The search for sensitive coverage of the tragedy of suicide: An Australian story

In a downtown cafe, I sit listening as the deputy editor of the Newcastle Herald tells his story. I had made the one hour and 20 minute plane trip south from subtropical Brisbane to Newcastle, an industrial city on Australia’s south-eastern seaboard, to learn what Heath Harrison had come to know about the way journalists cover instances of tragic death — especially suicide.  At 38, Harrison is still a young man, but his career in journalism stretches back 16 years. Like most journalists with his experience, Harrison has  developed a repertoire of stories about his often-fraught dealings with ordinary people who have been struck by human tragedy, loss and grief.

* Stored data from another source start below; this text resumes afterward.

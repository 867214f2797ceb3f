//! Generated circuits against outside reference netlists and through the
//! writers and readers.
//!
//! Reference circuits: tests/data/reference/netlists/arith, written by the
//! PyPI package ariths-gen 1.1.4 (see PROVENANCE.md): an 8-bit ripple-carry
//! adder, a 16-bit Kogge-Stone adder, a 16-bit carry-lookahead adder, 8x8
//! array and Dadda multipliers. Ports are matched by declaration order (both
//! declare a[0..n-1], b[0..n-1] and the result bus least significant bit
//! first) and compared by simulation on random vectors; the reference is
//! also checked against integer arithmetic on the same vectors.

mod generate_support;

use generate_support::{evaluate, random};
use ribbonmap::generate::{generate, write_circuit, Family, Params};
use ribbonmap::io::{read_netlist, read_netlist_str, NetlistFormat, ReadOptions};
use ribbonmap::network::{Network, SplitMix64};
use std::path::Path;

fn reference(file: &str) -> Network {
    let path = Path::new(env!("CARGO_MANIFEST_DIR"))
        .join("tests/data/reference/netlists/arith")
        .join(file);
    read_netlist(&path, &ReadOptions::default()).unwrap()
}

/// Simulates both networks on `words` x 64 random patterns, inputs matched
/// by declaration order, and asserts every output (by declaration order)
/// agrees.
fn assert_same_by_order(ours: &Network, theirs: &Network, words: usize) {
    assert_eq!(ours.inputs().len(), theirs.inputs().len(), "input counts");
    assert_eq!(
        ours.outputs().len(),
        theirs.outputs().len(),
        "output counts"
    );
    let mut rng = SplitMix64::new(0x5EED);
    for _ in 0..words {
        let stimulus: Vec<u64> = (0..ours.inputs().len()).map(|_| rng.next()).collect();
        assert_eq!(
            ours.simulate_outputs(&stimulus),
            theirs.simulate_outputs(&stimulus),
            "{} differs from {}",
            ours.name(),
            theirs.name()
        );
    }
}

fn check_against(file: &str, family: Family, params: Params, op: fn(u128, u128) -> u128) {
    let theirs = reference(file);
    let ours = generate(family, &params).unwrap();
    assert_same_by_order(&ours, &theirs, 64);
    // The reference itself computes the integer result (ariths-gen 1.1.4).
    let width = params.width;
    let vectors = random(&[width, width], 1024, u64::from(width));
    let outputs = evaluate(&theirs, &vectors);
    for (v, out) in vectors.iter().zip(outputs) {
        // Reference outputs form one bus; `evaluate` groups it by name.
        assert_eq!(out, vec![op(v[0], v[1])], "{file} on {v:?}");
    }
}

#[test]
fn ripple_adder_matches_reference_rca8() {
    check_against("rca8_flat.blif", Family::Adder, Params::new(8), |a, b| {
        a + b
    });
}

#[test]
fn kogge_stone_adder_matches_reference_ks16_and_cla16() {
    let params = Params::new(16).with_style("kogge-stone");
    check_against("ks16_flat.blif", Family::Adder, params.clone(), |a, b| {
        a + b
    });
    check_against("cla16_flat.v", Family::Adder, params, |a, b| a + b);
}

#[test]
fn multipliers_match_reference_arrmul8_and_dadda8() {
    let array = Params::new(8).with_style("array");
    check_against("arrmul8_flat.blif", Family::Multiplier, array, |a, b| a * b);
    let dadda = Params::new(8).with_style("dadda");
    check_against("dadda8_hier.blif", Family::Multiplier, dadda, |a, b| a * b);
}

/// Every family survives writing (BLIF and Verilog) and reading back: same
/// port names in the same order and the same function on random vectors.
#[test]
fn written_circuits_read_back_with_the_same_names_and_function() {
    let cases: Vec<(Family, Params)> = vec![
        (Family::Adder, Params::new(8).with_carry_in(true)),
        (Family::Adder, Params::new(12).with_style("brent-kung")),
        (Family::Multiplier, Params::new(6).with_style("wallace")),
        (Family::Parity, Params::new(9)),
        (Family::Majority, Params::new(7).with_style("sorting")),
        (Family::Popcount, Params::new(10)),
        (Family::Comparator, Params::new(8)),
        (Family::Mux, Params::new(3)),
        (Family::Decoder, Params::new(3)),
        (Family::BarrelShifter, Params::new(8)),
        (
            Family::Hamming,
            Params::new(11).with_style("secded-decoder"),
        ),
        (Family::Alu, Params::new(4)),
    ];
    for (family, params) in cases {
        let original = generate(family, &params).unwrap();
        for format in [NetlistFormat::Blif, NetlistFormat::Verilog] {
            let text = write_circuit(family, &params, format).unwrap();
            let marker = if format == NetlistFormat::Blif {
                "#"
            } else {
                "//"
            };
            let first = text.lines().next().unwrap();
            assert!(first.starts_with(marker), "{first}");
            assert!(first.contains(family.name()) && first.contains("written by ribbonmap"));
            let file = format!("x.{}", format.extension());
            let back = read_netlist_str(&text, &file, format, &ReadOptions::default())
                .unwrap_or_else(|e| panic!("{family} {format:?}: {e}"));
            let names = |n: &Network| -> (Vec<String>, Vec<String>) {
                (
                    n.inputs().keys().cloned().collect(),
                    n.outputs().keys().cloned().collect(),
                )
            };
            assert_eq!(names(&back), names(&original), "{family} {format:?}");
            assert_same_by_order(&original, &back, 8);
        }
    }
}

/// Proofs by the project's equivalence checker (miter and SAT sweeping),
/// ports paired by declaration order: the generated adders and multipliers
/// equal the ariths-gen 1.1.4 reference circuits, and the styles of a family
/// equal each other.
#[test]
fn equivalence_proofs_against_reference_and_across_styles() {
    use ribbonmap::equiv::{check, EquivOptions, PortMatching, Verdict};
    let opts = EquivOptions {
        ports: PortMatching::ByOrder,
        ..EquivOptions::default()
    };
    let prove = |a: &Network, b: &Network| {
        let verdict = check(a, b, &opts).unwrap();
        assert!(
            matches!(verdict, Verdict::Equivalent { .. }),
            "{} vs {}: {verdict:?}",
            a.name(),
            b.name()
        );
    };
    let adder = |style: &str, width: u32| {
        generate(Family::Adder, &Params::new(width).with_style(style)).unwrap()
    };
    let multiplier = |style: &str, width: u32| {
        generate(Family::Multiplier, &Params::new(width).with_style(style)).unwrap()
    };
    prove(&adder("ripple", 8), &reference("rca8_flat.blif"));
    prove(&adder("kogge-stone", 16), &reference("ks16_flat.blif"));
    prove(&adder("kogge-stone", 16), &reference("cla16_flat.v"));
    prove(&multiplier("array", 8), &reference("arrmul8_flat.blif"));
    prove(&multiplier("dadda", 8), &reference("dadda8_hier.blif"));
    for style in [
        "carry-lookahead",
        "kogge-stone",
        "brent-kung",
        "carry-select",
    ] {
        prove(&adder("ripple", 24), &adder(style, 24));
    }
    for style in ["wallace", "dadda"] {
        prove(&multiplier("array", 6), &multiplier(style, 6));
    }
}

He recounts how as a young reporter he “missed the story” surrounding a road accident death in his newspaper coverage area. The victim’s family declined Harrison’s “death knock” interview request, but they later granted an interview to a television news journalist. Harrison recalls that his editor was not impressed with his lapse, but Harrison is philosophical about his perceived failure to deliver in the competitive and time pressured world of daily journalism.  “I mustn’t have had the sort of approach to get it (the interview) across the line,” he reflects.  It is a simple statement, but it says much about what is expected of journalists amid the pressures and tensions that always surround the journalist/grieving family interrelationship — the self-same things that have led to the stereotyping of the journalism profession as brash, bullying and even ghoulish.   In a few short years, the time pressures under which Heath Harrison works have taken on a quickening tempo, with 24/7 programs and “new media” platforms  providing instant news. In the coverage of trauma and grief, though, Heath Harrison has done something unusual: He has helped move coverage in another direction, a kinder, gentler direction.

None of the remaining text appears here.